··· Listed records

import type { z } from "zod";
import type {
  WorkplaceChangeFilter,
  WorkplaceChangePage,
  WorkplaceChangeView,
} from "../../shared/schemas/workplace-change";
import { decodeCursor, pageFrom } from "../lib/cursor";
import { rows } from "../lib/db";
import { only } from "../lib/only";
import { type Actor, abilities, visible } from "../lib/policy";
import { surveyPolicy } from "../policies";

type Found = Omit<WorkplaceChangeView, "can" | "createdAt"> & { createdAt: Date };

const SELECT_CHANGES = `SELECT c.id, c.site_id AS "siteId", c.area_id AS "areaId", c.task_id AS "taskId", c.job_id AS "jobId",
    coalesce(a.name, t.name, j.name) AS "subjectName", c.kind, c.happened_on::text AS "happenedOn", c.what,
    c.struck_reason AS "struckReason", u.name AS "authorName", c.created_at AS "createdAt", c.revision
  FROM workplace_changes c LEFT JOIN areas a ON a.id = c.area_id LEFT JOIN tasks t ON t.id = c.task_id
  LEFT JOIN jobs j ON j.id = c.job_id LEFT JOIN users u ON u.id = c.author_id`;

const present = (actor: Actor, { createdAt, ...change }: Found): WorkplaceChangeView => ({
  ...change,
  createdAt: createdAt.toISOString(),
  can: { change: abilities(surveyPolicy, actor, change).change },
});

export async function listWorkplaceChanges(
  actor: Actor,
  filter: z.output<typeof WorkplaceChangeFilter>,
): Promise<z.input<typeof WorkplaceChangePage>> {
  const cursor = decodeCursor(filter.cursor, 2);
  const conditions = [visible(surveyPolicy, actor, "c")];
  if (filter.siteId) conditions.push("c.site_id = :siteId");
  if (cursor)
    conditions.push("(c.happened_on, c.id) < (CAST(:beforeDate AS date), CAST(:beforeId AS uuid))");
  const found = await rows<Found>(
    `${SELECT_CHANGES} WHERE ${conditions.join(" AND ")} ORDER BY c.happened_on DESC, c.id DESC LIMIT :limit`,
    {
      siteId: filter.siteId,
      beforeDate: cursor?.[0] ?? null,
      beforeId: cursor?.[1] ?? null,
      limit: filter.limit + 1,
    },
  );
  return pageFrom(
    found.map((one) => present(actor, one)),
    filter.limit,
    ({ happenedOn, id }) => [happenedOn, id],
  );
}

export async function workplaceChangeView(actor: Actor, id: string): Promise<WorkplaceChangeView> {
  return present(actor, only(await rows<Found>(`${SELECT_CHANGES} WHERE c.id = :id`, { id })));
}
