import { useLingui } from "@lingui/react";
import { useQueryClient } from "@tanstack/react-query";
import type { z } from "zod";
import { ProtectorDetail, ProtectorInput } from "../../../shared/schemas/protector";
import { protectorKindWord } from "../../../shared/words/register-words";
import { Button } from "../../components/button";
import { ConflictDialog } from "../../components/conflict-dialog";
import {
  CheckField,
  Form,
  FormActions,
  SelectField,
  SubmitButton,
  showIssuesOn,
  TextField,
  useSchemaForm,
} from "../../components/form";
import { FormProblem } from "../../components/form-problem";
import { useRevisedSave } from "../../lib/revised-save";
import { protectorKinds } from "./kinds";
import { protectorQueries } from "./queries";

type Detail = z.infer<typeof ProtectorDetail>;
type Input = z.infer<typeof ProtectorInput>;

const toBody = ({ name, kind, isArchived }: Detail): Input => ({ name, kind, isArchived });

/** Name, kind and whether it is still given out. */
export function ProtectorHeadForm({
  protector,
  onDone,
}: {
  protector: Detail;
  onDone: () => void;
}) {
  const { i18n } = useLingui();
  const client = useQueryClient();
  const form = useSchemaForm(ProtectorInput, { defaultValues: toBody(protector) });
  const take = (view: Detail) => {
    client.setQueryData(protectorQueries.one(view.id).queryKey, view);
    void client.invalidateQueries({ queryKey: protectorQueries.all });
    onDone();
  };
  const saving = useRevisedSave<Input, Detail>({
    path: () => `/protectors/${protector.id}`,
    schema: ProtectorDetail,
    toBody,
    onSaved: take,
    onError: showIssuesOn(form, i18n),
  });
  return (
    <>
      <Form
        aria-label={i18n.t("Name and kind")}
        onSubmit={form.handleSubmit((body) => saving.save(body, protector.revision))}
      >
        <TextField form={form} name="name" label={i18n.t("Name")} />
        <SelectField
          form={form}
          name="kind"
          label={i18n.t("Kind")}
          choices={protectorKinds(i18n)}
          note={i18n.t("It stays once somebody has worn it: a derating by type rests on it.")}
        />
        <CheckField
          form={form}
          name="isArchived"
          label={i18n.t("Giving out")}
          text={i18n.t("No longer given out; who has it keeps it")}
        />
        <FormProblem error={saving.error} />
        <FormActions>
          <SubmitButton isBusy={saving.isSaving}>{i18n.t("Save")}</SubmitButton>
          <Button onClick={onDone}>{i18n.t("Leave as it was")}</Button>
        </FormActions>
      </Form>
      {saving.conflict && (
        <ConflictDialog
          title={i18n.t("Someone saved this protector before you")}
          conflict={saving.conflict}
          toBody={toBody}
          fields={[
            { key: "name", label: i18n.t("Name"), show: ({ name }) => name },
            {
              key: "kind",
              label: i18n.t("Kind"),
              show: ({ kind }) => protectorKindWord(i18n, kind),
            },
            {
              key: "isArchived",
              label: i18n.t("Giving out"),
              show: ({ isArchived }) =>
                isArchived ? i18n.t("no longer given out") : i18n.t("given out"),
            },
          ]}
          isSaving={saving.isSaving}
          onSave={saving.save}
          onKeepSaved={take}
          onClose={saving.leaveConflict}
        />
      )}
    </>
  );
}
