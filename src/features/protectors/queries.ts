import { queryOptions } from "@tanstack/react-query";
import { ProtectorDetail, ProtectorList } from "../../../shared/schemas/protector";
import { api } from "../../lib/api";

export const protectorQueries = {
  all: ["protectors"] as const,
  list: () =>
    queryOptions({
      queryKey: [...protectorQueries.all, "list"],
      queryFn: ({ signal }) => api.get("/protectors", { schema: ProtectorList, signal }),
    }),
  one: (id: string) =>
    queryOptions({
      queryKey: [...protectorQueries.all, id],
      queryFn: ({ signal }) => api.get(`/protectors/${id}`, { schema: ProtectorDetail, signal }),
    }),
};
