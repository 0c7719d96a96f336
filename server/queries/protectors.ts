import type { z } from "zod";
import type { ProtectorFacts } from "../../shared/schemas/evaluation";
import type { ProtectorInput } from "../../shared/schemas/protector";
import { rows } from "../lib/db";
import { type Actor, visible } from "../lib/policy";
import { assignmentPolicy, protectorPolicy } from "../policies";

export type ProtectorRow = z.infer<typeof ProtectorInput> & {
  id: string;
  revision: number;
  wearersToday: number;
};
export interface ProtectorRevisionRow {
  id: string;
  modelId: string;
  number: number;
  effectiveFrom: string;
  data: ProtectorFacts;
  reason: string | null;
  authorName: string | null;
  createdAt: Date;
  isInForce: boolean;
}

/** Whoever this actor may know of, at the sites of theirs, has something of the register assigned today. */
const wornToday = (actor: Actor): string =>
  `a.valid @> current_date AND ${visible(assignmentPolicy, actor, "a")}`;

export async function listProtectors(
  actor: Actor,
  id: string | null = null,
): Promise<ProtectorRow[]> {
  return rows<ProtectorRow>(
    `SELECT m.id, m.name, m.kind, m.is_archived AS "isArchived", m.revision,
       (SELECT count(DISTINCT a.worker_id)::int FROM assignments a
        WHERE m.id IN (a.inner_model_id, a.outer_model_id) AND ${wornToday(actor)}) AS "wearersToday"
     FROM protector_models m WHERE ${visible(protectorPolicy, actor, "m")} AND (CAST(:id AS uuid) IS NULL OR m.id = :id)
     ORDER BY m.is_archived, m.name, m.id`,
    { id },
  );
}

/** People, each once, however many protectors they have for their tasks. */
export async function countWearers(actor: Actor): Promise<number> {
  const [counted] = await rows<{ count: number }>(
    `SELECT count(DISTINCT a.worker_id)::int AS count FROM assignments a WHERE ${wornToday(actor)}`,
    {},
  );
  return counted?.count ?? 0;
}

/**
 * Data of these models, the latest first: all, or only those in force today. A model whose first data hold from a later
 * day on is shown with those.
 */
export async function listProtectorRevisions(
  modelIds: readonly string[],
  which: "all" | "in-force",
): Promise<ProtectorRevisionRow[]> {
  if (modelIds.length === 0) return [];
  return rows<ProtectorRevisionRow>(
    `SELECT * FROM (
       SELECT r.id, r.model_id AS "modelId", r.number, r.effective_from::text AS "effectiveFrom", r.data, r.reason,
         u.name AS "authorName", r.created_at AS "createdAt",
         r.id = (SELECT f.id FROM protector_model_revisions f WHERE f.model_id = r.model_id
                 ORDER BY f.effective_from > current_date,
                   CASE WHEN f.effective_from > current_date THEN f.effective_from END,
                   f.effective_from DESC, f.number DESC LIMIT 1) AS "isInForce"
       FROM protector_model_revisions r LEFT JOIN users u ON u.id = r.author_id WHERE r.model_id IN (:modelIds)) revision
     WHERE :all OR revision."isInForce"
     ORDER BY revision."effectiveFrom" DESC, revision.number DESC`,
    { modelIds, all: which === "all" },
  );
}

······

__To do__
Word for word, restate the data above from its first line down to and including the line with "LEFT JOIN jobs".

__Result of this task__
import type { z } from "zod";
import type {
  WorkplaceChangeFilter,
  WorkplaceChangePage,
  WorkplaceChangeView,
} from "../../shared/schemas/workplace-change";
import { decodeCursor, pageFrom } from "../lib/cursor";
import { rows } from "../lib/db";
import { only } from "../lib/only";
import { type Actor, abilities, visible } from "../lib/policy";
import { surveyPolicy } from "../policies";

type Found = Omit<WorkplaceChangeView, "can" | "createdAt"> & { createdAt: Date };

const SELECT_CHANGES = `SELECT c.id, c.site_id AS "siteId", c.area_id AS "areaId", c.task_id AS "taskId", c.job_id AS "jobId",
    coalesce(a.name, t.name, j.name) AS "subjectName", c.kind, c.happened_on::text AS "happenedOn", c.what,
    c.struck_reason AS "struckReason", u.name AS "authorName", c.created_at AS "createdAt", c.revision
  FROM workplace_changes c LEFT JOIN areas a ON a.id = c.area_id LEFT JOIN tasks t ON t.id = c.task_id
  LEFT JOIN jobs j ON j.id = c.job_id LEFT JOIN users u ON u.id = c.author_id`;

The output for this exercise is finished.